The results were eye-opening. For instance, OpenAI’s embeddings generally delivered higher passing rates according to the NDCG@K metric, which measures how many correct sections appear in the top positions of the search results. Multilingual models, in several cases, performed better than those designed only for English, emphasizing the importance of tailoring your search engine strategy to diverse user bases.

Conclusion and Next Steps: Mapping Out the Future

While our testing highlighted clear performance differences among the embedding models, the decision isn’t as simple as choosing the one with the highest score. It’s more about considering the context in which the model will operate. When selecting a model, think about:

  1. The specific requirements of your use case.
  2. How the model integrates with your current search engine technology.
  3. The nature and diversity of your document formats.

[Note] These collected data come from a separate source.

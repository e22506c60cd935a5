import type { ExactNet, ExactPlace } from '#shared/compute/exact/exact-net.ts';
import { type Similarity, similarityBackward } from '#shared/compute/similarity.ts';
import {
  type DocumentEntity,
  type EntityOf,
  type FlowNetDocument,
  type SheetPoint,
  UNSAID,
  type UnitSystem,
} from '#shared/contract/document.ts';
import { seededNoise } from '#tests/support/exact-nets/seeded-noise.ts';

/** How an exact net is drawn on a sheet and traced from it. */
export type Tracing = {
  unitSystem?: UnitSystem;
  /** Pixels of sheet to a length unit. */
  pxPerUnit?: number;
  /** Clockwise turn of the sheet. */
  turnDeg?: number;
  /** Where the middle of the net comes to lie on the sheet. */
  centre?: readonly [number, number];
  /** True to draw the section with offsets growing to the left. */
  mirrored?: boolean;
  /** Standard deviation of the hand's tremor, and its seed. */
  jitterPx?: number;
  seed?: number;
  /** Distance between vertices along the lines. */
  spacingPx?: number;
  gammaW?: number;
  /** Lengths of the closed form are multiplied by this: 1 / 0.3048 to trace the same net in feet. */
  lengthFactor?: number;
  readings?: ReadonlyArray<{ at: ExactPlace; clicked: boolean }>;
};

/** What of an exact net is drawn. */
type DrawnNet = Pick<ExactNet, 'lines' | 'headwater' | 'tailwater' | 'drops'>;

const SHEET = { widthPx: 5000, heightPx: 3500, dpi: 300 };

/** An id of the nth entity, in the form of a UUIDv7. */
export function entityIdOf(n: number): string {
  return `01930000-0000-7000-8000-${n.toString(16).padStart(12, '0')}`;
}

/** The map by which the net is drawn on the sheet. */
export function sheetMapOf(net: DrawnNet, tracing: Tracing): Similarity {
  const factor = tracing.lengthFactor ?? 1;
  const places = net.lines.flatMap((line) => [0, 0.5, 1].map((part) => line.at(part)));
  const middle = [0, 1].map((axis) => {
    const values = places.map((place) => place[axis]!);
    return ((Math.min(...values) + Math.max(...values)) / 2) * factor;
  });
  const turn = ((tracing.turnDeg ?? 1.1) * Math.PI) / 180;
  const scale = 1 / (tracing.pxPerUnit ?? 60);
  return {
    re: scale * Math.cos(turn),
    im: scale * Math.sin(turn),
    sheetOrigin: tracing.centre ?? [SHEET.widthPx / 2, SHEET.heightPx / 2],
    sectionOrigin: [middle[0]!, middle[1]!],
    mirrored: tracing.mirrored ?? false,
  };
}

/**
 * A finished document of an exact net, traced on a sheet of 5,000 px that is turned by about a degree, with known
 * points, all boundaries marked, water levels and the counts stated.
 */
export function exactNetDocument(net: DrawnNet, tracing: Tracing = {}): FlowNetDocument {
  const map = sheetMapOf(net, tracing);
  const factor = tracing.lengthFactor ?? 1;
  const spacing = (tracing.spacingPx ?? 14) / ((tracing.pxPerUnit ?? 60) * factor);
  const noise = seededNoise(tracing.seed ?? 1);
  const jitter = tracing.jitterPx ?? 0;
  const toSheet = ([offset, elevation]: ExactPlace): SheetPoint =>
    similarityBackward(map, offset * factor, elevation * factor);
  const trembled = ([x, y]: SheetPoint): SheetPoint => [x + jitter * noise(), y + jitter * noise()];
  const values: DocumentEntity[] = [
    ...knownPoints(net, factor, toSheet),
    setOutOf(tracing.mirrored ?? false),
    ...net.lines.map(
      (line): EntityOf<'line'> => ({
        kind: 'line',
        origin: 'traced',
        line: line.line,
        name: '',
        points: evenly(line.at, spacing).map(toSheet).map(trembled),
        finished: true,
        water: line.water,
        head: null,
        drops: null,
      }),
    ),
    waterLevels(net, factor, tracing),
    { kind: 'permeability', ...UNSAID.soil, k: 2.5e-6, unit: 'm/s', factor: null, source: 'assumed' },
    {
      kind: 'netCount',
      countedIn: null,
      drops: net.drops,
      channels: null,
      cellRatio: 1,
      tracingAccuracyPx: 1.5,
      knownPointAccuracyPx: 1,
    },
    ...(tracing.readings ?? []).map(
      ({ at, clicked }, i): EntityOf<'readingPoint'> => ({
        kind: 'readingPoint',
        ...UNSAID.readingPoint,
        name: `P${i + 1}`,
        place: clicked
          ? { on: 'sheet', at: toSheet(at) }
          : { on: 'section', offset: at[0] * factor, elevation: at[1] * factor },
        order: i,
      }),
    ),
  ];
  return {
    format: 'tracehead/flow-net',
    version: 3,
    id: entityIdOf(0xfff0),
    name: 'Exact net',
    unitSystem: tracing.unitSystem ?? 'SI',
    datum: 'LD',
    sheet: SHEET,
    entities: Object.fromEntries(
      values.map((value, i) => [entityIdOf(i + 1), { id: entityIdOf(i + 1), version: 1, value }]),
    ),
  };
}

/** Three known points about the net, so that the calibration has a residual and settles its handedness. */
function knownPoints(
  net: DrawnNet,
  factor: number,
  toSheet: (place: ExactPlace) => SheetPoint,
): Array<EntityOf<'knownPoint'>> {
  const places = net.lines.flatMap((line) => [0, 0.5, 1].map((part) => line.at(part)));
  const offsets = places.map((place) => place[0]);
  const elevations = places.map((place) => place[1]);
  const corners: ExactPlace[] = [
    [Math.min(...offsets), Math.min(...elevations)],
    [Math.max(...offsets), Math.min(...elevations)],
    [Math.min(...offsets), Math.max(...elevations)],
  ];
  return corners.map((corner, i) => ({
    kind: 'knownPoint',
    name: `K${i + 1}`,
    at: toSheet(corner),
    offset: corner[0] * factor,
    elevation: corner[1] * factor,
    use: 'fit',
  }));
}

function setOutOf(mirrored: boolean): EntityOf<'setOut'> {
  return {
    kind: 'setOut',
    scales: 'equal',
    method: 'points',
    distance: null,
    level: 'line',
    offsetsGrow: null,
    upstream: mirrored ? 'right' : 'left',
    upQuarterTurns: null,
    statedScale: null,
  };
}

function waterLevels(net: DrawnNet, factor: number, tracing: Tracing): EntityOf<'waterLevels'> {
  return {
    kind: 'waterLevels',
    ...UNSAID.waterLevels,
    headwater: net.headwater * factor,
    tailwater: net.tailwater === null ? null : net.tailwater * factor,
    gammaW: tracing.gammaW ?? (tracing.unitSystem === 'US' ? 62.4 : 9.81),
    source: 'load case',
  };
}

/**
 * Points about evenly spaced along a smooth line, ends included, `spacing` in the net's own unit: so the vertices fall
 * on the same places however the net lies on the sheet.
 */
function evenly(at: (part: number) => ExactPlace, spacing: number): ExactPlace[] {
  const fine = Array.from({ length: 2001 }, (_, i) => at(i / 2000));
  const lengths = [0];
  for (let i = 1; i < fine.length; i += 1) {
    lengths.push(lengths[i - 1]! + Math.hypot(fine[i]![0] - fine[i - 1]![0], fine[i]![1] - fine[i - 1]![1]));
  }
  const whole = lengths[lengths.length - 1]!;
  const count = Math.max(1, Math.round(whole / spacing));
  const points: ExactPlace[] = [];
  let i = 0;
  for (let k = 0; k <= count; k += 1) {
    const wanted = (whole * k) / count;
    while (i < fine.length - 1 && lengths[i]! < wanted) i += 1;
    points.push(fine[i]!);
  }
  return points;
}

For us, the next phase involves deploying the best-performing model into our production environment. But deploying is just the start. We will also be implementing robust monitoring of customer satisfaction metrics, allowing us to gather real-world performance data. This will help ensure that the theoretical improvements from our tests translate into tangible benefits for users.

Optimizing a RAG pipeline is much like tuning a musical instrument: small, precise adjustments can lead to a harmonious system that strikes the perfect chord with its users. With our focus on the embedding model, we’ve discovered a practical path to enhancing search relevance without excessive resource allocation. As technology continues to evolve, so will our strategies—always aiming for a system that’s fast, accurate, and user-friendly.

By sharing our journey, we hope to offer you the insight and inspiration needed to refine your own RAG pipeline. After all, a well-optimized search system is not just about cutting-edge technology but also about delivering a seamless experience that meets the real-world needs of your audience.